Your assignment
From the records below, transcribe only the lines running from the one with "of the whole." through the one with "use crate::web::Refusal;". Keep both of those end lines.

Records supplied
--------------------------------

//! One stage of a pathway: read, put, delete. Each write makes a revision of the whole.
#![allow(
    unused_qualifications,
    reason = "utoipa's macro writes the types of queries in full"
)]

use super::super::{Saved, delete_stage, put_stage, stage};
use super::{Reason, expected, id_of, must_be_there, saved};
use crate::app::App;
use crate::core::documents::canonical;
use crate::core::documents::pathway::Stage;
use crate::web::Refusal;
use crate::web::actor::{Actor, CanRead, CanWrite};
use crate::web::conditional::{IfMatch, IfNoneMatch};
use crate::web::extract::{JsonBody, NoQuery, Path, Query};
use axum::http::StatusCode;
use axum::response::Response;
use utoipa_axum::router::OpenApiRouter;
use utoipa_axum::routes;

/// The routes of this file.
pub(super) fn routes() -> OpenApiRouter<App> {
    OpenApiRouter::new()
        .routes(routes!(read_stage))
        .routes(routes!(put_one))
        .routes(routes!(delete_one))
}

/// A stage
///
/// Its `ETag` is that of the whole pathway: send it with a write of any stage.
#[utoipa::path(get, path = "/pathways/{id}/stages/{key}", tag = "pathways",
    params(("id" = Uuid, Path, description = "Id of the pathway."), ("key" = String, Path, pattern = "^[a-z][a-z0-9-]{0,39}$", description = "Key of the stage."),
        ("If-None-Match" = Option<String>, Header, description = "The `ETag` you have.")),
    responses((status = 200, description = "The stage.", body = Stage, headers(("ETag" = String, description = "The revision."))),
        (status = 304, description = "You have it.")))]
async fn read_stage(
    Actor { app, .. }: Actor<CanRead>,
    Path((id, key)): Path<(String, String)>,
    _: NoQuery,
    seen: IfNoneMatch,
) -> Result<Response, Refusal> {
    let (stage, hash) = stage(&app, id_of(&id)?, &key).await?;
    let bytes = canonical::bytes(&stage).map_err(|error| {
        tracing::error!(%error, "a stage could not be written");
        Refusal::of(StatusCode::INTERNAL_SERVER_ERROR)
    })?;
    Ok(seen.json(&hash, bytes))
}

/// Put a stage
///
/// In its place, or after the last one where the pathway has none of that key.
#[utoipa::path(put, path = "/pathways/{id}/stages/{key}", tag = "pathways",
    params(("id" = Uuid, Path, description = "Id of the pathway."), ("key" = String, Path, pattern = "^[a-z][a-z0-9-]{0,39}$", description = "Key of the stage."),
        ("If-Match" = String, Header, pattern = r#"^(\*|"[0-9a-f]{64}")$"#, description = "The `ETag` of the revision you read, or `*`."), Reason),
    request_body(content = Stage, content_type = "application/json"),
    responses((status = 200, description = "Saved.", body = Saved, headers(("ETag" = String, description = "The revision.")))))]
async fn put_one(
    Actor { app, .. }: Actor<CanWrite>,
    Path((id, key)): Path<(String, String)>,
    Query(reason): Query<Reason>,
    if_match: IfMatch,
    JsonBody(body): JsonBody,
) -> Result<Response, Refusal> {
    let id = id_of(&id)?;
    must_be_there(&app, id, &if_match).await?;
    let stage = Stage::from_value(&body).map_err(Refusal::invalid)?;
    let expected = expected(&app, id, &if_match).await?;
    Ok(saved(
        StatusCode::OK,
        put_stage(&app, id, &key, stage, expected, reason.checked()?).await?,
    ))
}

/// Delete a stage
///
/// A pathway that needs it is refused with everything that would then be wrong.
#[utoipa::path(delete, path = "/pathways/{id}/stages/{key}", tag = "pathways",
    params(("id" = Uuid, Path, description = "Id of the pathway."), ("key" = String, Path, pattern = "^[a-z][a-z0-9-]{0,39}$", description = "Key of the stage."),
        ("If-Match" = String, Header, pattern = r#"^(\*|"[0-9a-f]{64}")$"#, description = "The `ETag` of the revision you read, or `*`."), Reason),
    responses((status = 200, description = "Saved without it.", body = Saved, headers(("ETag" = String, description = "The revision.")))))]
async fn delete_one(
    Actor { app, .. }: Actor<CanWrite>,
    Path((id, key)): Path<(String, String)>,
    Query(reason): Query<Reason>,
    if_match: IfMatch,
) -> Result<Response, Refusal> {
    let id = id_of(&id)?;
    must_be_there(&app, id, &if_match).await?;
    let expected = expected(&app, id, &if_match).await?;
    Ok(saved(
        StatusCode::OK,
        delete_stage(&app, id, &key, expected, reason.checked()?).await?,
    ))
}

--------------------------------

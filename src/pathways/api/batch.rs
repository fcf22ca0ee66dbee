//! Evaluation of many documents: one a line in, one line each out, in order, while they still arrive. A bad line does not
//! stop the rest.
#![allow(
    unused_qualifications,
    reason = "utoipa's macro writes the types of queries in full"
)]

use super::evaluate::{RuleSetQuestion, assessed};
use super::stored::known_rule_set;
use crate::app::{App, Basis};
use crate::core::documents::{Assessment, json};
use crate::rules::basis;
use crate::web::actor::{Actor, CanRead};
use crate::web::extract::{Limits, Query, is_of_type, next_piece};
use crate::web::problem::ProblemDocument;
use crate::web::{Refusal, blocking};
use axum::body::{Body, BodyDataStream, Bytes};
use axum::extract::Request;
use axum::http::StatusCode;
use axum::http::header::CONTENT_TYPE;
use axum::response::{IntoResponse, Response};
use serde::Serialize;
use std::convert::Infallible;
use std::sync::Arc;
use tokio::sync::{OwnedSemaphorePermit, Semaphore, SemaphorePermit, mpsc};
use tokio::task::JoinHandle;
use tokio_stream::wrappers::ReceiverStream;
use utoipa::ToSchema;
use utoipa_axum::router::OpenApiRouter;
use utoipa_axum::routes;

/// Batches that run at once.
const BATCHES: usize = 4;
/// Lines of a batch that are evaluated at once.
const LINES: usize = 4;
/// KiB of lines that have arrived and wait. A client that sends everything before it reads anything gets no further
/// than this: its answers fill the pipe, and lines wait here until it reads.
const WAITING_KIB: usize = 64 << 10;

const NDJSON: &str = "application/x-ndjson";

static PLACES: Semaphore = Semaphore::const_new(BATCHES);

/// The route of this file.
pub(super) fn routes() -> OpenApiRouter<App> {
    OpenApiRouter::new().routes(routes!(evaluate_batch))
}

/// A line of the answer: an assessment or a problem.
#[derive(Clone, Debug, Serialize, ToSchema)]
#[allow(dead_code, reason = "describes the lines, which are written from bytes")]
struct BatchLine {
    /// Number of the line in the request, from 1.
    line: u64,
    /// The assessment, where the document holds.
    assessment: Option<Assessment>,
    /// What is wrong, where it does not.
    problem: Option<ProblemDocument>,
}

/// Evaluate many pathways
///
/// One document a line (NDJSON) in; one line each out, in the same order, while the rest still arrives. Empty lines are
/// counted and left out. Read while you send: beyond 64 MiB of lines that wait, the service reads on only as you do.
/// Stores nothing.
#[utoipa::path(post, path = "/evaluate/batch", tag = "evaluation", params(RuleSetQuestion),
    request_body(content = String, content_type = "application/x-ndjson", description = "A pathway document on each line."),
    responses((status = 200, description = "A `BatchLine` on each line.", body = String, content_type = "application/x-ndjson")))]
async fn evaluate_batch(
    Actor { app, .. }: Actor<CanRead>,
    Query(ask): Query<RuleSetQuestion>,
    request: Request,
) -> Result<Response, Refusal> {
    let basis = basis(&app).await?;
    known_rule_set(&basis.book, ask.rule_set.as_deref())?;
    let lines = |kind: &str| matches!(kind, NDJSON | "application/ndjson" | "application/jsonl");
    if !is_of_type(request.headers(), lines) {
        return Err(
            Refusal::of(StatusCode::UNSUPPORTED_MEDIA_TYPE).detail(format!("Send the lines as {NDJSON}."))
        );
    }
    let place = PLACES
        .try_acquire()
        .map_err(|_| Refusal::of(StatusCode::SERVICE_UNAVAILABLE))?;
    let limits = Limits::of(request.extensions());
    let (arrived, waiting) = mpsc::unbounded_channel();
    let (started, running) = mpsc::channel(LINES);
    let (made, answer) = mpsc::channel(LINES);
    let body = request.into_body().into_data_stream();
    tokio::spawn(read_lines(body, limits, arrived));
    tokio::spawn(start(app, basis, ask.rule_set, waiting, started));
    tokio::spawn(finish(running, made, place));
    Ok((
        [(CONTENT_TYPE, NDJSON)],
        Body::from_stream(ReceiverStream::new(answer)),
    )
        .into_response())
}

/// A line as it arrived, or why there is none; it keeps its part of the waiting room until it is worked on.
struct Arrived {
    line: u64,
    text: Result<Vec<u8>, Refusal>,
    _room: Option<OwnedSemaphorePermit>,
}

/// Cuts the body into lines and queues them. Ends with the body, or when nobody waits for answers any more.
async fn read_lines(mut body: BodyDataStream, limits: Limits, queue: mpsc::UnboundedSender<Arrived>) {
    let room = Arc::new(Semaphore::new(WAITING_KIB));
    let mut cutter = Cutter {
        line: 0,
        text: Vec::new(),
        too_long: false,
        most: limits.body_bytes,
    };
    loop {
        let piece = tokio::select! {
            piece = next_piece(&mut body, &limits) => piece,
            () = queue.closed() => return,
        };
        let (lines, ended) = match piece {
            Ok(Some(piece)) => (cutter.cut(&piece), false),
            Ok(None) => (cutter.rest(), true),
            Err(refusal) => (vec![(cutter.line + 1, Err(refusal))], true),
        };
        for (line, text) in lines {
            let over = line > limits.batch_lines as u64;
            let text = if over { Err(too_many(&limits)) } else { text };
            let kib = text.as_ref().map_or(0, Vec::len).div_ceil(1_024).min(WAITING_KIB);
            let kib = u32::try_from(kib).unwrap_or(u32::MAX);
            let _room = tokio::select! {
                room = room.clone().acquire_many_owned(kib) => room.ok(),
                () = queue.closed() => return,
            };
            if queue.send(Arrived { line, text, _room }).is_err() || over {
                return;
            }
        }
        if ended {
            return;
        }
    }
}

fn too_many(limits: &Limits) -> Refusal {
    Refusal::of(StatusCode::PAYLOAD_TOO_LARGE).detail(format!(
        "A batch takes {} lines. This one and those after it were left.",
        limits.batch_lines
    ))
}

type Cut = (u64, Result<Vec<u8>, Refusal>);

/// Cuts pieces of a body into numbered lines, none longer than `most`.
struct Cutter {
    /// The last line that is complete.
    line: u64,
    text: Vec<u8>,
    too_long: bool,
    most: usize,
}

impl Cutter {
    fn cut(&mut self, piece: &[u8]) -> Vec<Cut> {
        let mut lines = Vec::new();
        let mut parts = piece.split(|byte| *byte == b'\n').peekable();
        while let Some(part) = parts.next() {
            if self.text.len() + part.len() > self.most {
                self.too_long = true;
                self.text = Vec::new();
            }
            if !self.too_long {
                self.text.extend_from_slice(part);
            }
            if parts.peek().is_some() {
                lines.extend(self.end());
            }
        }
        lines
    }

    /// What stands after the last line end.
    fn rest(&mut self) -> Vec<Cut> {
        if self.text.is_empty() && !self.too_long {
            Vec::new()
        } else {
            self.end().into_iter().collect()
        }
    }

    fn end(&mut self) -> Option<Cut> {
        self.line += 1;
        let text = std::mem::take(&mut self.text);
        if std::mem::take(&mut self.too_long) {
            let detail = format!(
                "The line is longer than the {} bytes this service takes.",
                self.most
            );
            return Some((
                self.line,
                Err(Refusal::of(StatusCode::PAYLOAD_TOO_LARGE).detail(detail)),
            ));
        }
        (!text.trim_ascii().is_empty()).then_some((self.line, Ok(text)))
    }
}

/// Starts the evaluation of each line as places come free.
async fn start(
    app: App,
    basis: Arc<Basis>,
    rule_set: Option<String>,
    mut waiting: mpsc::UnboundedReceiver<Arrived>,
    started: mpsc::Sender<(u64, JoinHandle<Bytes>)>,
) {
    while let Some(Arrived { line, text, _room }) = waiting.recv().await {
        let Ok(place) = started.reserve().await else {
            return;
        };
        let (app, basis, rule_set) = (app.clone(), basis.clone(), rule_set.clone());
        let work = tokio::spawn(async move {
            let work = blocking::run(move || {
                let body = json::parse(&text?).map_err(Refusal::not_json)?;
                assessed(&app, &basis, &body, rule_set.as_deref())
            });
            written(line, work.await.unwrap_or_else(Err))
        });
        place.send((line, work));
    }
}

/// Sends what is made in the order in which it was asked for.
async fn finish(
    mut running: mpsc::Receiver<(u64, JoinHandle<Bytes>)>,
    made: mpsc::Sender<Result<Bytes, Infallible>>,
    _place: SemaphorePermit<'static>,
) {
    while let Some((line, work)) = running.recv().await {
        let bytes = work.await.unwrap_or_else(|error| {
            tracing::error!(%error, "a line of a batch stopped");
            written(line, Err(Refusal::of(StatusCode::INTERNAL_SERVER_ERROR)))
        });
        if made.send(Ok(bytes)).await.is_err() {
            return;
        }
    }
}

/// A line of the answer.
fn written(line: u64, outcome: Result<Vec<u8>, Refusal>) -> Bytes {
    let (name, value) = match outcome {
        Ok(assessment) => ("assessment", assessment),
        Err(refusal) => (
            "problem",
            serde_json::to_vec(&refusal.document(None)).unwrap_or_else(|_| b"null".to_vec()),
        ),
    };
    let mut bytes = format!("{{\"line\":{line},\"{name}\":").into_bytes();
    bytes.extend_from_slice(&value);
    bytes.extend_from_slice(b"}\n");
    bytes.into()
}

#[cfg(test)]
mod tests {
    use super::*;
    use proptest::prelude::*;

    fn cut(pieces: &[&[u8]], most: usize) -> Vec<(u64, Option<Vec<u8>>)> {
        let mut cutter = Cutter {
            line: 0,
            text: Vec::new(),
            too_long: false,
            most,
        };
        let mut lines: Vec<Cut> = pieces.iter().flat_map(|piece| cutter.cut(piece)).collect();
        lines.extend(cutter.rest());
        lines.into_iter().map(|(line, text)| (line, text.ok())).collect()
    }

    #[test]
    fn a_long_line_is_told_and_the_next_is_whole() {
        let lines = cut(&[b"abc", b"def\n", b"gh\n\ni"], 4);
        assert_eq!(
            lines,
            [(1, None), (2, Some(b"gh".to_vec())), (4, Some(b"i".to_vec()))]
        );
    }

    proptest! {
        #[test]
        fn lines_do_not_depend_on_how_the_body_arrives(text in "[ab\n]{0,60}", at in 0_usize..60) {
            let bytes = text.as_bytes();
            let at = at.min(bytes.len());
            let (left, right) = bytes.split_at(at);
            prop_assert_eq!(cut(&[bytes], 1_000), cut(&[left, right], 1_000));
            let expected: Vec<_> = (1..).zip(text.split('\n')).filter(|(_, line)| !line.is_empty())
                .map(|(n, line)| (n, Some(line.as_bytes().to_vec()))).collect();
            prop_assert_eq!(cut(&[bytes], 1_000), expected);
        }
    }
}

--------------------------------

Solution to this task
//! One stage of a pathway: read, put, delete. Each write makes a revision of the whole.
#![allow(
    unused_qualifications,
    reason = "utoipa's macro writes the types of queries in full"
)]

use super::super::{Saved, delete_stage, put_stage, stage};
use super::{Reason, expected, id_of, must_be_there, saved};
use crate::app::App;
use crate::core::documents::canonical;
use crate::core::documents::pathway::Stage;
use crate::web::Refusal;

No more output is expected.